■ EXTRACTED DATA:

= Beginning of Section =

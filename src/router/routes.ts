import type { Me } from '@shared/contracts/auth.ts';
import type { RouteRecordRaw } from 'vue-router';

declare module 'vue-router' {
  interface RouteMeta {
    /** The name of the page, for the window's title and for who listens. */
    title: string;
    /** Open to those who are not signed in. */
    open?: boolean;
    /** What the person must be able to do. */
    needs?: keyof Me['can'];
  }
}

export const routes: RouteRecordRaw[] = [
  { path: '/', name: 'home', component: () => import('../views/HomeView.vue'), meta: { title: 'Home' } },
  {
    path: '/sign-in',
    name: 'sign-in',
    component: () => import('../views/SignInView.vue'),
    meta: { title: 'Sign in', open: true },
  },
  {
    path: '/families',
    name: 'families',
    component: () => import('../views/FamilyListView.vue'),
    meta: { title: 'Families' },
  },
  {
    path: '/verification',
    name: 'verification',
    component: () => import('../views/VerificationView.vue'),
    meta: { title: 'Verification' },
  },
  {
    path: '/families/new',
    name: 'family-new',
    component: () => import('../views/FamilyEditorView.vue'),
    meta: { title: 'New family', needs: 'defineFamilies' },
  },
  {
    path: '/families/:id(\\d+)',
    name: 'family',
    component: () => import('../views/FamilyEditorView.vue'),
    meta: { title: 'Family' },
  },
  {
    path: '/revisions/:id(\\d+)',
    name: 'revision',
    component: () => import('../views/RevisionView.vue'),
    meta: { title: 'Revision' },
  },
  {
    path: '/revisions/:id(\\d+)/results',
    name: 'results',
    component: () => import('../views/ResultsView.vue'),
    meta: { title: 'Results' },
  },
  {
    path: '/revisions/:id(\\d+)/variants/:ordinal(\\d+)/sheet',
    name: 'sheet',
    component: () => import('../views/CalculationSheetView.vue'),
    meta: { title: 'Calculation sheet' },
  },
  {
    path: '/look-up',
    name: 'look-up',
    component: () => import('../views/LookUpView.vue'),
    meta: { title: 'Look up' },
  },
  {
    path: '/exports',
    name: 'exports',
    component: () => import('../views/ExportsView.vue'),
    meta: { title: 'Exports' },
  },
  {
    path: '/sweeps',
    name: 'sweeps',
    component: () => import('../views/SweepsView.vue'),
    meta: { title: 'Sweeps', needs: 'seeDrafts' },
  },
  {
    path: '/people',
    name: 'people',
    component: () => import('../views/PeopleView.vue'),
    meta: { title: 'People', needs: 'managePeople' },
  },
  {
    path: '/settings',
    name: 'settings',
    component: () => import('../views/SettingsView.vue'),
    meta: { title: 'Settings' },
  },
  {
    path: '/audit',
    name: 'audit',
    component: () => import('../views/AuditTrailView.vue'),
    meta: { title: 'Audit trail', needs: 'readAudit' },
  },
  {
    path: '/account',
    name: 'account',
    component: () => import('../views/AccountView.vue'),
    meta: { title: 'Your account' },
  },
  {
    path: '/:rest(.*)*',
    name: 'not-found',
    component: () => import('../views/NotFoundView.vue'),
    meta: { title: 'Not found' },
  },
];
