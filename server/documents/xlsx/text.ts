/** What XML 1.0 cannot hold: control characters, halves of surrogate pairs, non-characters. */
const UNPRINTABLE = /(?![\t\n\r])[\p{Cc}\p{Cs}\uFFFE\uFFFF]/gu;
const LONGEST = 32_000;

/** Text as a cell takes it. It is written as a string cell, so that `=`, `+`, `-` or `@` in front mean nothing. */
export const plainText = (text: string): string => text.replace(UNPRINTABLE, '').slice(0, LONGEST);

/** Text in a page footer, where `&` begins a code. */
export const footerText = (text: string): string => plainText(text).replaceAll('&', '&&').slice(0, 80);

/** A name that a sheet may have, unique by its number. */
export const sheetName = (number: number, text: string): string =>
  `${number} ${plainText(text).replace(/[[\]*?:/\\']/g, '-')}`.slice(0, 31).trim();

/** A file name without what a file system or a header could take wrongly. */
export const fileName = (...parts: readonly string[]): string =>
  `${parts.map((part) => part.replace(/[^A-Za-z0-9.-]+/g, '-')).join('_')}.xlsx`;
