import type { stream } from 'exceljs';
import { BOLD, LARGE, LOUD, pageOf } from './page.ts';
import { SheetWriter } from './sheet-writer.ts';
import type { TableDocument } from './types.ts';

const flowing = { rows: 0, columns: 0 };

function begin(workbook: stream.xlsx.WorkbookWriter, document: TableDocument, name: string): SheetWriter {
  const writer = new SheetWriter(workbook.addWorksheet(name, pageOf(document, flowing)));
  writer.widths([44, 44, 40]);
  if (document.warning) writer.line(document.warning, LOUD);
  writer.line(`${document.heading}: ${name.toLowerCase()}`, LARGE);
  return writer;
}

/** What the codes and the numbers of the tables mean. */
export function writeLegendSheet(workbook: stream.xlsx.WorkbookWriter, document: TableDocument): void {
  const writer = begin(workbook, document, 'Legend');
  writer.row(['Code', 'Limit state', 'Clause'], BOLD);
  for (const { code, title, clause } of document.limitStates) writer.row([code, title, clause]);
  writer.line('');
  writer.row(['Rule', 'n/p: a cell that the rule of this number does not permit', 'Clause'], BOLD);
  for (const { number, title, clause } of document.rules) writer.row([number, title, clause]);
  writer.end();
}

/** Cautions first, then what was assumed, and what the tables were made of. */
export function writeBasisSheet(workbook: stream.xlsx.WorkbookWriter, document: TableDocument): void {
  const writer = begin(workbook, document, 'Basis and cautions');
  writer.line('Cautions', BOLD);
  for (const caution of document.cautions) writer.line(caution);
  writer.line('');
  writer.line('Notes', BOLD);
  for (const note of document.notes) writer.line(note);
  writer.line('');
  writer.row(['What the tables were made of', 'Value', 'Unit'], BOLD);
  for (const [name, value, unit] of document.facts) writer.row([name, value, unit]);
  writer.end();
}
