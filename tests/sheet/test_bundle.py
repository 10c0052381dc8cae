"""The bundle: whole, checked by hashes, safe to unpack, and a job that works from inside."""

from __future__ import annotations

import hashlib
import json
import zipfile
from dataclasses import replace
from pathlib import Path, PurePosixPath

import pytest

from fieldkit.errors import InputError
from fieldkit.job.schema import load_job
from fieldkit.sheet import bundle
from fieldkit.sheet.bundle import check_bundle, write_bundle
from tests.cli.test_bad_input import JOB
from tests.sheet import made_up

RECORDING = '\n[[recording]]\nfile = "{}"\nkind = "tap"\n'


@pytest.fixture
def folder(tmp_path: Path) -> Path:
    here = tmp_path / "job"
    here.mkdir()
    return here


def job_with(folder: Path, *names: str) -> Path:
    """A job that names these recordings; each holds its own name."""
    path = folder / "job.toml"
    text = JOB + "".join(RECORDING.format(name.replace("\\", "\\\\")) for name in names)
    path.write_text(text, encoding="utf-8")
    for name in names:
        (folder / name).parent.mkdir(parents=True, exist_ok=True)
        (folder / name).write_bytes(name.encode())
    return path


def bundled(path: Path, out: Path) -> zipfile.ZipFile:
    write_bundle(load_job(path), made_up.document(), out)
    return zipfile.ZipFile(out)


def test_every_file_is_there_with_its_hash(folder: Path, tmp_path: Path):
    path = job_with(folder, "tap.flac", "more/run.wav")
    (folder / "tap.flac.toml").write_text("# beside it", encoding="utf-8")
    with bundled(path, tmp_path / "out.zip") as held:
        told = json.loads(held.read("manifest.json"))
        files = {one["file"]: one for one in told["files"]}
        assert set(files) == {
            "job.toml", "sheet.html", "sheet.md", "tap.flac", "tap.flac.toml", "more/run.wav",
        }  # fmt: skip
        assert set(held.namelist()) == {*files, "manifest.json"}
        for name, one in files.items():
            assert one["sha256"] == hashlib.sha256(held.read(name)).hexdigest()
        assert held.read("job.toml") == path.read_bytes()


def test_the_packed_job_finds_its_recordings(folder: Path, tmp_path: Path):
    outside = tmp_path / "elsewhere"
    outside.mkdir()
    (outside / "tap.flac").write_bytes(b"outside")
    path = job_with(folder, "tap.flac", str(outside / "tap.flac"), "../elsewhere/tap.flac")
    (outside / "tap.flac").write_bytes(b"outside")
    with bundled(path, tmp_path / "out.zip") as held:
        held.extractall(tmp_path / "office")
    job = load_job(tmp_path / "office" / "job.toml")
    assert [entry.path.read_bytes() for entry in job.recordings] == [
        b"tap.flac", b"outside", b"outside",
    ]  # fmt: skip


@pytest.mark.parametrize(
    "name", ["../up.flac", "a\\b.flac", "c:d.flac", "<img>.flac", "tap\x1b[31m.flac", "sheet.html"]
)
def test_names_inside_are_relative_and_safe(name: str, folder: Path, tmp_path: Path):
    path = folder / "job.toml"
    path.write_text(JOB + RECORDING.format("tap.flac"), encoding="utf-8")
    (folder / name).write_bytes(b"sound")
    job = load_job(path)
    job = replace(job, recordings=(replace(job.recordings[0], path=folder / name),))
    write_bundle(job, made_up.document(), tmp_path / "out.zip")
    with zipfile.ZipFile(tmp_path / "out.zip") as held:
        for inside in held.namelist():
            parts = PurePosixPath(inside).parts
            assert not PurePosixPath(inside).is_absolute()
            assert ".." not in parts
            assert not set(inside) & set('\\:<>|?*"\x1b')
        assert any(held.read(inside) == b"sound" for inside in held.namelist())
        assert "fieldkit sheet" in held.read("sheet.html").decode()[:400]


def test_a_missing_recording_is_named_in_one_sentence(folder: Path, tmp_path: Path):
    path = job_with(folder, "tap.flac")
    (folder / "tap.flac").unlink()
    with pytest.raises(InputError, match=r"tap\.flac.*missing.*take it out of the job"):
        check_bundle(load_job(path), tmp_path / "out.zip")
    assert not (tmp_path / "out.zip").exists()


def test_a_zip_of_another_kind_is_never_written_over(folder: Path, tmp_path: Path):
    path = job_with(folder, "tap.flac")
    other = tmp_path / "holiday.zip"
    with zipfile.ZipFile(other, "w") as held:
        held.writestr("photo.txt", "sea")
    with pytest.raises(InputError, match="no bundle"):
        write_bundle(load_job(path), made_up.document(), other)
    assert zipfile.ZipFile(other).namelist() == ["photo.txt"]


def test_the_same_bundle_gives_the_same_bytes_and_replaces_itself(folder: Path, tmp_path: Path):
    path, out = job_with(folder, "tap.flac"), tmp_path / "out.zip"
    bundled(path, out).close()
    first = out.read_bytes()
    bundled(path, out).close()
    assert out.read_bytes() == first
    assert [one.name for one in tmp_path.iterdir() if one.is_file()] == ["out.zip"]


def test_a_recording_that_goes_while_it_is_packed_leaves_the_older_bundle_whole(
    folder: Path, tmp_path: Path, monkeypatch: pytest.MonkeyPatch
):
    path, out = job_with(folder, "tap.flac"), tmp_path / "out.zip"
    bundled(path, out).close()
    older = out.read_bytes()
    (folder / "tap.flac").unlink()
    monkeypatch.setattr(bundle, "check_bundle", lambda _job, _path: None)
    with pytest.raises(InputError, match=r"tap\.flac.*cannot be read"):
        bundled(path, out)
    assert out.read_bytes() == older
    assert [one.name for one in tmp_path.iterdir() if one.is_file()] == ["out.zip"]
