"""Markdown of a sheet: the same texts as the page, none of them markup."""

from __future__ import annotations

import re

import pytest

from fieldkit.sheet.markdown import markdown, plain
from fieldkit.sheet.plain import clean
from tests.sheet import made_up


def unescaped(text: str) -> str:
    return re.sub(r"\\([!-/:-@\[-`{-~])", r"\1", text)


def test_every_text_of_the_sheet_is_in_it():
    sheet = made_up.document()
    said = unescaped(markdown(sheet))
    for text in made_up.texts(sheet):
        assert text in said


@pytest.mark.parametrize(
    "text",
    [
        "<b>bold</b>", "*a* _b_ `c` ~~d~~", "[a](http://x.test)", "# title", "1. item", "- item",
        "| cell |", "&amp;", "http://x.test/a", "www.x.test", "a@x.test", "> quote", "===", "$x$",
        "a\\b",
    ],
)  # fmt: skip
def test_what_would_be_markup_is_escaped_and_reads_as_written(text):
    written = plain(text)
    assert unescaped(written) == text
    bare = re.sub(r"\\[!-/:-@\[-`{-~]", "", written)
    assert not re.search(r"[<>*_`\[\]|~&$\\@]|://|www\.", bare)
    assert not re.match(r"#|\d+[.)]\s|[-+=](\s|=|$)", written)


def test_numbers_and_names_are_left_readable():
    assert plain("49.1 Hz sits on pump 2x, 2.0 % away (48.4 to 51.8)") == (
        "49.1 Hz sits on pump 2x, 2.0 % away (48.4 to 51.8)"
    )
    assert plain("-3.2 mm") == "-3.2 mm"


def test_a_hostile_job_leaves_no_markup_of_its_own():
    said = markdown(made_up.document(made_up.hostile()))
    rest = re.sub(r"\\[!-/:-@\[-`{-~]", "", said.partition("\n")[2])
    assert "<" not in rest
    assert "](" not in rest
    assert not [c for c in said if not c.isprintable() and c != "\n"]
    assert clean(made_up.HOSTILE) in unescaped(said)


def test_a_row_has_as_many_cells_as_its_head():
    said = markdown(made_up.document(made_up.hostile()))
    bare = re.sub(r"\\\|", "", said)
    for block in bare.split("\n\n"):
        rows = [line for line in block.splitlines() if line.startswith("|")]
        assert len({row.count("|") for row in rows}) <= 1
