"""Each view tells how its numbers come about."""

from __future__ import annotations

import json

import pytest

from fieldkit.sheet.how import METHODS, document, how
from tests.cli.running import fieldkit
from tests.ui.glycol import workup


@pytest.mark.parametrize("view", METHODS)
def test_every_method_of_a_view_names_its_source(view: str) -> None:
    lines = how(view)
    sources = [line for line in lines if line.startswith("  source: ")]
    named = [line for line in lines if line and line not in sources]
    assert len(sources) == len(named) > 2
    assert all(len(line) > len("  source: ") + 8 for line in sources)


def test_the_handbook_formula_of_a_job_comes_with_its_numbers() -> None:
    work = workup()
    assert work.states
    told = " ".join(how("span", work))
    for entry in work.states:
        if entry.handbook is not None:
            assert entry.handbook.formula in told
            assert entry.handbook.source in told


def test_the_command_line_tells_the_same() -> None:
    ran = fieldkit("how", "detune")
    assert ran.status == 0
    flat = " ".join(ran.out.split())
    for entry in document("detune"):
        assert entry["source"] in flat
    assert json.loads(fieldkit("how", "detune", "--json").out) == {"methods": document("detune")}
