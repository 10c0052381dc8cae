"""What ``fieldkit peaks`` prints: each tap with its reasons, modes, and what was not accepted."""

from __future__ import annotations

from pathlib import Path

from fieldkit.detune.evidence import Evidence
from fieldkit.job.document import RecordingEntry
from fieldkit.sheet import tables
from fieldkit.signal.modes import MeasuredMode, RefusedMode, Tone
from fieldkit.signal.taps import Tap, TapSearch
from fieldkit.workup import TapReading

TWICE = "struck twice: a second blow 56 ms after the first; let the hammer rebound freely"


def reading(*taps: Tap) -> TapReading:
    search = TapSearch(taps, (0, 100), 1e-3)
    entry = RecordingEntry(Path("tap.wav"), "tap", "tapped", 1)
    return TapReading("tap.wav", 4000.0, 1, 20.0, search, (), None, entry)


def test_reasons_hang_beside_the_time_of_their_tap():
    good = Tap(2.2, 0, 10, 0.5, True)
    double = Tap(5.737, 20, 30, 0.5, False, (TWICE,))
    lines = tables.peaks([reading(good, double)], Evidence(()))
    assert lines[:4] == [
        "tap.wav: 20.0 s at 4000 Hz, 2 taps, 1 usable",
        "   1  at   2.200 s  usable",
        "   2  at   5.737 s  struck twice: a second blow 56 ms after the first; let the",
        "                    hammer rebound freely",
    ]


def test_one_tap_is_told_as_one():
    lines = tables.peaks([reading(Tap(2.2, 0, 10, 0.5, True))], Evidence(()))
    assert lines[0].endswith("1 tap, 1 usable")


def test_what_was_refused_stands_with_its_reason():
    evidence = Evidence(
        modes=(MeasuredMode(23.4, 0.01, 0.011, 0.001, taps=3, strength=0.002),),
        tones=(Tone(50.0, 0.1),),
        refused=(RefusedMode(31.5, "damping uncertain by 34 %: too little energy"),),
    )
    text = "\n".join(tables.peaks([reading()], evidence))
    assert "<0.01" in text
    assert "Steady tones, not modes: 50.00 Hz" in text
    assert "  - 31.50 Hz: damping uncertain by 34 %: too little energy" in text
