"""Plain text: columns line up, nothing steers a terminal."""

from __future__ import annotations

import pytest
from hypothesis import given
from hypothesis import strategies as st

from fieldkit.sheet.plain import WIDTH, clean, paragraph, share, table, with_doubt


@given(st.text())
def test_no_control_or_formatting_character_survives(text):
    assert all(character.isprintable() for character in clean(text))


def test_ordinary_text_is_left_alone():
    assert clean("Pumpe Nr. 3, 50 °C, ± 2 %") == "Pumpe Nr. 3, 50 °C, ± 2 %"


def test_numbers_stand_to_the_right_and_words_to_the_left():
    lines = table(("what", "Hz"), [("pump", "9.5"), ("fan", "120.0")])
    assert lines == ["  what     Hz", "  pump    9.5", "  fan   120.0"]


@given(st.text(alphabet="abc def", min_size=1, max_size=400))
def test_paragraphs_keep_to_the_page(text):
    assert all(len(line) <= WIDTH for line in paragraph(text, 4, "- "))


@pytest.mark.parametrize(
    ("value", "sd", "shown"),
    [
        (53.02834, 0.00123, ("53.0283", "0.0012")),
        (53.02834, 0.00001, ("53.0283", "<0.0001")),
        (53.02834, 0.234, ("53.03", "0.23")),
        (53.02834, 12.0, ("53", "12")),
        (53.02834, 0.0, ("53.0283", "<0.0001")),
        (53.02834, None, ("53.03", "-")),
    ],
)
def test_digits_follow_the_doubt(value, sd, shown):
    assert with_doubt(value, sd) == shown


@pytest.mark.parametrize(
    ("part", "shown"), [(1.0, "1.00"), (0.25, "0.25"), (0.004, "<0.01"), (0.0, "0.00")]
)
def test_a_small_share_is_not_shown_as_nothing(part, shown):
    assert share(part) == shown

= End of Section =

■ WORK ITEM:
Transcribe only, please, the lines from the first line of the records through the line with "open?: boolean;". Both of those lines are included.

■ YOUR RESPONSE:
filename src/router/routes.ts
import type { Me } from '@shared/contracts/auth.ts';
import type { RouteRecordRaw } from 'vue-router';

declare module 'vue-router' {
  interface RouteMeta {
    /** The name of the page, for the window's title and for who listens. */
    title: string;
    /** Open to those who are not signed in. */
    open?: boolean;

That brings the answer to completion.